-- Dataset records follows --
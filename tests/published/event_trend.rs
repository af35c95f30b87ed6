//! The tests for a trend in event times against published examples, tables and reference values.

use risefall::method::{Direction, Outcome, Refusal};
use risefall::null_distribution::q_multinomial::rises_less_falls;
use serde_json::{Value, json};

use crate::reference::{ask, close, fact, file, oracle, published};

fn judge(method: &str, case: &Value, extra: Value) -> Result<Outcome, Refusal> {
    let mut body = json!({ "readings": case["data"]["times"] });
    let end = [&case["parameters"]["end"], &case["data"]["end"]].into_iter().find(|end| end.is_number());
    if let Some(end) = end {
        body["end"] = end.clone();
    }
    body.as_object_mut().unwrap().extend(extra.as_object().unwrap().clone());
    ask(method, body).1
}

/// What the reference file gives for a case.
fn check(case: &Value, expected: &Value) {
    let id = case["id"].as_str().unwrap();
    let laplace = judge("laplace", case, json!({ "p_by": "normal" })).unwrap();
    close(laplace.statistic.value, &expected["laplace_U"], 1e-11, id);
    close(laplace.p.value, &expected["laplace_p_two"], 1e-9, id);
    close(fact(&laplace, "p_rising"), &expected["laplace_p_increasing_rate"], 1e-9, id);
    assert_eq!(fact(&laplace, "events_used"), expected["m"].as_f64().unwrap(), "{id}");

    let handbook = judge("military-handbook", case, json!({})).unwrap();
    close(handbook.statistic.value, &expected["mil_chi2"], 1e-11, id);
    close(handbook.p.value, &expected["mil_p_two"], 1e-11, id);
    close(fact(&handbook, "p_falling"), &expected["mil_p_upper_tail_improvement"], 1e-11, id);
    close(fact(&handbook, "p_rising"), &expected["mil_p_lower_tail_deterioration"], 1e-11, id);
    close(fact(&handbook, "df"), &expected["mil_df"], 0.0, id);
    close(fact(&handbook, "shape"), &expected["mil_beta_hat_mle"], 1e-11, id);

    match judge("reverse-arrangements", case, json!({})) {
        Err(refusal) => {
            assert_eq!(expected["ties_in_gaps"], json!([case["data"]["times"].as_array().unwrap().len()]), "{id}: {refusal}");
            assert!(matches!(refusal, Refusal::AllTied { .. }));
        }
        Ok(gaps) => {
            close(gaps.statistic.value, &expected["reverse_arrangements"], 0.0, id);
            let comparisons = fact(&gaps, "reversals") + fact(&gaps, "shorter") + fact(&gaps, "tied");
            assert_eq!(comparisons, expected["max_reversals"].as_f64().unwrap());
            if !expected["rat_p_exact_improvement"].is_null() {
                close(fact(&gaps, "p_falling"), &expected["rat_p_exact_improvement"], 1e-11, id);
                close(fact(&gaps, "p_rising"), &expected["rat_p_exact_deterioration"], 1e-11, id);
                close(fact(&gaps, "expected"), &expected["rat_mean"], 1e-12, id);
                close(fact(&gaps, "variance"), &expected["rat_var"], 1e-12, id);
                close(fact(&gaps, "z"), &expected["rat_z_nocc"], 1e-9, id);
            }
        }
    }
}

/// NIST/SEMATECH e-Handbook, section 8.2.3.4: ten repairs in a test that ended at 1,500 hours.
#[test]
fn nist_repairs() {
    let case = published("event_trend", "nist_8234");
    check(&case, &case["recomputed"]);
    let printed = &case["published"];
    let handbook = judge("military-handbook", &case, json!({})).unwrap();
    assert_eq!(format!("{:.2}", handbook.statistic.value), printed["mil_chi2"].to_string());
    assert_eq!(format!("{:.3}", fact(&handbook, "p_rising")), printed["mil_percentile"].to_string());
    let gaps = judge("reverse-arrangements", &case, json!({})).unwrap();
    assert_eq!(gaps.statistic.value, printed["reversals"].as_f64().unwrap());
    close(fact(&gaps, "p_falling"), &case["recomputed"]["gaps_exact_tied"], 1e-11, "tied gaps");
    let against = judge("reverse-arrangements", &case, json!({ "ties": "against", "seek": "falling" })).unwrap();
    close(against.p.value, &case["recomputed"]["P_reversals_ge_33_no_ties"], 1e-11, "the handbook's table has no ties");
    assert_eq!(against.direction, Direction::Falling, "the repaired item improves: events come less often");
    let null = rises_less_falls(&[1; 10]);
    close(null.tails(2 * 32 - 45).upper, &case["recomputed"]["P_reversals_ge_32_no_ties"], 1e-11, "32 reversals");
}

/// H. Ascher and H. Feingold (1984): a deteriorating and an improving system; U is printed as 2.0 and -2.0.
#[test]
fn sad_and_happy_systems() {
    for (id, direction) in [("ascher_feingold_sad", Direction::Rising), ("ascher_feingold_happy", Direction::Falling)] {
        let case = published("event_trend", id);
        check(&case, &case["recomputed"]);
        let from_gaps = ask("laplace", json!({ "readings": case["data"]["gaps"], "readings_are": "gaps" })).1.unwrap();
        assert_eq!((from_gaps.statistic.value * 10.0).round() / 10.0, case["published"]["U"].as_f64().unwrap());
        assert_eq!(from_gaps.direction, direction);
    }
}

/// Reference values with 50 digits.
#[test]
fn reference_values() {
    let cases = oracle("event_trend");
    for case in &cases {
        check(case, &case["expected"]);
    }
    assert!(cases.len() >= 3);
}

/// Table of critical reversals, verified by enumeration; the e-Handbook prints 33 for 10 gaps at 5 %.
#[test]
fn table_of_critical_reversals() {
    let table = file("tables.json")["reverse_arrangement_critical"]["table"].clone();
    for (n, row) in table.as_object().unwrap() {
        let n: usize = n.parse().unwrap();
        let (null, pairs) = (rises_less_falls(&vec![1; n]), (n * (n - 1) / 2) as i64);
        for (risk, critical) in row.as_object().unwrap() {
            let risk: f64 = risk.parse().unwrap();
            let least = (0..=pairs).find(|reversals| null.tails(2 * reversals - pairs).upper <= risk);
            assert_eq!(least, critical["improvement_at_least"].as_i64(), "{n} gaps, {risk}");
        }
    }
}

/// The exact Laplace p: with a sum x of uniforms below 1 from the top, P = x^n / n!. Here six events, x = 0.88.
#[test]
fn laplace_is_exact() {
    let case = json!({ "data": { "times": [60, 75, 88, 93, 97, 99] }, "parameters": { "end": 100 } });
    let outcome = judge("laplace", &case, json!({ "seek": "rising" })).unwrap();
    close(outcome.p.value, &json!(0.88f64.powi(6) / 720.0), 1e-11, "p");
    assert_eq!(outcome.p.by.to_string(), "exact");
}

/// Growth and its limits for the same events: mpmath 1.3.0 with 30 digits, by numerical integration and root finding.
#[test]
fn growth_of_the_rate() {
    let case = json!({ "data": { "times": [60, 75, 88, 93, 97, 99] }, "parameters": { "end": 100 } });
    let outcome = judge("laplace", &case, json!({})).unwrap();
    close(fact(&outcome, "growth"), &json!(0.06764913692017184), 1e-10, "growth");
    close(fact(&outcome, "growth_low"), &json!(0.017459313897700977), 1e-9, "lower limit");
    close(fact(&outcome, "growth_high"), &json!(0.12271447146241751), 1e-9, "upper limit");
    close(fact(&outcome, "rate_ratio"), &json!(866.8913849142181), 1e-8, "ratio");
}

/// Limits of the shape for the same events: chi-square quantiles by SciPy 1.17.1 over the statistic.
#[test]
fn shape_of_the_rate() {
    let case = json!({ "data": { "times": [60, 75, 88, 93, 97, 99] }, "parameters": { "end": 100 } });
    let outcome = judge("military-handbook", &case, json!({})).unwrap();
    close(fact(&outcome, "shape_low"), &json!(2.1183847639332227), 1e-9, "lower limit");
    close(fact(&outcome, "shape_high"), &json!(11.225796542301168), 1e-9, "upper limit");
}

/// Hollander and Wolfe (1999), section 8.3, worked out pair by pair: each gap's sum of signs, their scatter, the interval.
#[test]
fn interval_of_tau() {
    let gaps: [f64; 9] = [12.0, 5.0, 9.0, 30.0, 22.0, 9.0, 41.0, 28.0, 60.0];
    let n = gaps.len();
    let sign =
        |i: usize, j: usize| if gaps[i] == gaps[j] { 0.0 } else { (gaps[j] - gaps[i]).signum() * (j as f64 - i as f64).signum() };
    let sums: Vec<f64> = (0..n).map(|i| (0..n).map(|j| sign(i, j)).sum()).collect();
    let s: f64 = sums.iter().sum::<f64>() / 2.0;
    let (pairs, ties, size) = (36.0_f64, 1.0, n as f64);
    let tau = s / (pairs * (pairs - ties)).sqrt();
    let mean = sums.iter().sum::<f64>() / size;
    let scatter: f64 = sums.iter().map(|sum| (sum - mean) * (sum - mean)).sum();
    let variance = 2.0 / (size * (size - 1.0)) * (2.0 * (size - 2.0) / (size * (size - 1.0).powi(2)) * scatter + 1.0 - tau * tau);
    let outcome = ask("reverse-arrangements", json!({ "readings": gaps, "readings_are": "gaps" })).1.unwrap();
    close(fact(&outcome, "tau"), &json!(tau), 1e-12, "tau");
    close(fact(&outcome, "tau_low"), &json!((tau - 1.959963984540054 * variance.sqrt()).max(-1.0)), 1e-9, "lower limit");
    close(fact(&outcome, "tau_high"), &json!((tau + 1.959963984540054 * variance.sqrt()).min(1.0)), 1e-9, "upper limit");
}

/// An open last gap is the end of observation.
#[test]
fn an_open_gap_ends_the_observation() {
    let open = ask("laplace", json!({ "readings": "5;35;3;>17", "readings_are": "gaps" })).1.unwrap();
    let timed = ask("laplace", json!({ "readings": [5, 40, 43], "end": 60 })).1.unwrap();
    assert_eq!(open.p, timed.p);
    let reversals = ask("reverse-arrangements", json!({ "readings": "5;35;3;>17", "readings_are": "gaps" })).1.unwrap();
    assert_eq!(fact(&reversals, "gaps"), 3.0);
}

#[test]
fn refusals() {
    let refuse = |method: &str, body: Value| ask(method, body).1.unwrap_err();
    assert_eq!(refuse("laplace", json!({ "readings": [7] })), Refusal::TooFewReadings { have: 1, need: 2 });
    assert!(refuse("laplace", json!({ "readings": [7, 3] })).to_string().contains("readings_are=gaps"));
    assert!(
        refuse("military-handbook", json!({ "readings": [0, 3, 7] })).to_string().contains("reading 1 is an event at time 0")
    );
    assert!(refuse("military-handbook", json!({ "readings": [3, 7], "end": 5 })).to_string().contains("after the end"));
    assert!(
        refuse("reverse-arrangements", json!({ "readings": "5;<3;8", "readings_are": "gaps" })).to_string().contains("limit")
    );
    let many: Vec<usize> = (1..=5_002).collect();
    assert!(matches!(refuse("laplace", json!({ "readings": many, "p_by": "exact" })), Refusal::BeyondExact { have: 5_001, .. }));
}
-- Dataset records concluded --
Looking at the entries above, count each line in which the word "format" occurs, then give the total and nothing further.

= Answer =
2